Ulat Bulu Penghancur Rumah Tanggaku
Ulat Bulu Penghancur Rumah Tanggaku
Author: HyFaa

Ada apa ini?

"Ada apa ini, Mas? Kenapa kamu nyuruh aku buat ke rumah sakit? Siapa yang sakit, Mas?" Elen mengutarakan pertanyaan tersebut, dengan perasaan yang benar-benar cemas. 

    Ketakutan tengah melanda seorang perempuan yang belum lama statusnya berubah menjadi sang istri. Kala mendapat panggilan telepon dari sang suami.

    "Ke sini sekarang aja ya, Sayang. Mas butuh kamu, Mas udah ngelakuin kesalahan," sahut Rehan , suaranya bergetar, menandankan jika ada ketakutan yang sangat serius.

    "Iya, Mas, iya. Kamu cepetan kirim lokasinya aja ke aku ya." 

    Setelah itu panggilan telepon ditutup, menyisakan banyak tanda tanya di dalam benak Elen, tentang bagaimana keadaan sang suami sekarang. Apa yang terjadi dengan sang suami?

    Apalagi, di jam sekarang adalah saat di mana Rehan harusnya tengah bekerja, tetapi sekarang mengapa justru berada di rumah sakit?

    Setelah mendapat notifikasi pesan dari Rehan berupa alamat lengkap keberadaannya, segera saja Elen melangkahkan kakinya untuk keluar dari rumah dan masuk ke dalam mobil miliknya.

    Berusaha untuk tetap tenang, meskipun jauh di dalam hati rasanya sangat tak karuan. Saat ini, pikiran Elen terpecah-belah, ia khawatir sekali jika ada hal buruk yang menimpa sang suami.

    "Ya Tuhan, semoga saja suamiku tidak terjadi apa-apa," gumam Elen, lalu mengembuskan naas pelan. Kembali berusaha untuk tetap fokus pada lalu lintas di jalan raya.

    Beberapa menit berlalu, akhirnya mobil yang dikendarai oleh Elen tiba di sebuah rumah sakit sesuai dengan apa yang diberitahukan oleh Rehan.

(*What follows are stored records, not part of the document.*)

import { and, eq, gte, inArray, lte, notExists, or, sql } from 'drizzle-orm'
import type { Transaction } from '#server/db/client'
import { inboundTexts, messages, pathways, patients, symptomChecks, visits } from '#server/db/schema/index'
import { appendAudit } from '#server/services/audit/append-audit'
import { notifyLive } from '#server/services/audit/notify-live'
import type { SystemContext } from '#server/services/context'

const hourMs = 3_600_000
const answerWithinMs = 24 * hourMs
/** Looked back this far, for a sweep that did not run for days. */
const lookBackMs = 14 * 24 * hourMs
const atOnce = 100

const mark = sql<string>`'unanswered:' || ${messages.subjectKey} || ':' || ${messages.occasion}`

/** Day-3 symptom checks that nobody answered within 24 hours, or that could not be sent at all, and of which no nurse knows yet. */
export async function findUnansweredChecks(ctx: SystemContext): Promise<string[]> {
  const rows = await ctx.db.select({ id: messages.id }).from(messages).where(unanswered(ctx)).orderBy(messages.dueAt).limit(atOnce)
  return rows.map(row => row.id)
}

/** Puts one on the nurse's list, once whatever runs twice: the check itself names the row that is written. */
export async function flagUnansweredCheck(ctx: SystemContext, messageId: string): Promise<boolean> {
  const siteId = await ctx.db.transaction(async (tx) => {
    const [row] = await tx.select().from(messages).where(and(eq(messages.id, messageId), unanswered(ctx))).for('update', { of: messages, skipLocked: true })
    if (!row?.patientId || !row.siteId) return undefined
    return await keep(tx, row, ctx.now) ? row.siteId : undefined
  })
  if (siteId) await notifyLive(ctx.db, 'message', siteId, [])
  return siteId !== undefined
}

async function keep(tx: Transaction, row: typeof messages.$inferSelect, now: Date): Promise<boolean> {
  const body = row.state === 'expired' ? 'Their symptom check of day 3 could not be sent. Ring and ask.' : 'No answer to the symptom check of day 3 within 24 hours. Ring and ask.'
  const [kept] = await tx.insert(inboundTexts).values({ providerId: `unanswered:${row.subjectKey}:${row.occasion}`, fromNumber: 'system', patientId: row.patientId, siteId: row.siteId, body, meaning: 'no-answer', receivedAt: now }).onConflictDoNothing().returning({ id: inboundTexts.id })
  if (kept) await appendAudit(tx, { at: now, event: 'messaging.check-unanswered', personId: null, subjectKind: 'patient', subjectId: row.patientId ?? '', siteId: row.siteId, payload: { messageId: row.id } })
  return kept !== undefined
}

/** Answered means: told us on the page, wrote anything, or was seen since. Nobody is rung after a death or a pathway's end. */
function unanswered(ctx: SystemContext) {
  const since = new Date(ctx.now.getTime() - lookBackMs)
  const asked = sql`coalesce(${messages.sentAt}, ${messages.dueAt})`
  return and(
    eq(messages.kind, 'safety.day3'), gte(messages.dueAt, since),
    or(and(inArray(messages.state, ['sent', 'delivered']), lte(messages.sentAt, new Date(ctx.now.getTime() - answerWithinMs))), eq(messages.state, 'expired')),
    notExists(ctx.db.select({ one: sql`1` }).from(symptomChecks).where(and(eq(symptomChecks.patientId, messages.patientId), sql`${symptomChecks.at} >= ${asked}`))),
    notExists(ctx.db.select({ one: sql`1` }).from(inboundTexts).where(or(eq(inboundTexts.providerId, mark), and(eq(inboundTexts.patientId, messages.patientId), sql`${inboundTexts.receivedAt} >= ${asked}`, sql`${inboundTexts.meaning} <> 'no-answer'`)))),
    notExists(ctx.db.select({ one: sql`1` }).from(visits).where(and(eq(visits.patientId, messages.patientId), eq(visits.state, 'done'), sql`${visits.doneAt} >= ${asked}`))),
    notExists(ctx.db.select({ one: sql`1` }).from(patients).where(and(eq(patients.id, messages.patientId), sql`${patients.diedOn} is not null`))),
    notExists(ctx.db.select({ one: sql`1` }).from(pathways).where(and(eq(pathways.id, messages.pathwayId), or(eq(pathways.state, 'closed'), eq(pathways.stage, 'discharge'))))),
  )
}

    Ramai. Satu kata yang langsung berada di dalam benak Elen, ia kembali mengembuskan napasnya sebelum kedua kaki itu bergerak sesuai arahan dari sang suami.

    "Kamar nomor 15." Elen menghitung nomor-nomor kamar yang saat ini tengah ia lewati.

    "11, 12, 13, 14, 15." Tepat saat kedua mata dan mulut sinkron menyebut nomor 15, kaki milik Elen langsung berhenti.

    Di depannya saat ini, kamar pasien dengan nomor 15, sesuai dengan petunjuk dari sang suami. Namun, di luar ruangan tersebut tidak ada satu orang pun.

    Elen mengintip ke arah yang ada di dalam ruangan tersebut, kedua matanya mendapati sang suami yang tengah duduk di samping salah satu ranjang pasien.

    Tanpa ragu, Elen memantapkan diri untuk masuk ke dalam ruangan itu. Tangan kanannya bergerak membuka pintu terlebih dulu.

    "Sayang." Begitu pintu dibuka dan menimbulkan suara, Rehan langsung menolehkan kepalanya ke arah belakang dan tersenyum cukup lebar kala mendapati sang istri yang sudah tiba.

    Bahkan, Rehan detik itu juga berdiri dan melangkah mendekat ke arah Elen. Memeluk cukup erat tubuh sang istri, mencium bau parfum yang digunakan.

    Elen yang mendapat perlakuan seperti itu, hanya menggerakkan kedua tangannya untuk mengusap punggung sang suami saja. 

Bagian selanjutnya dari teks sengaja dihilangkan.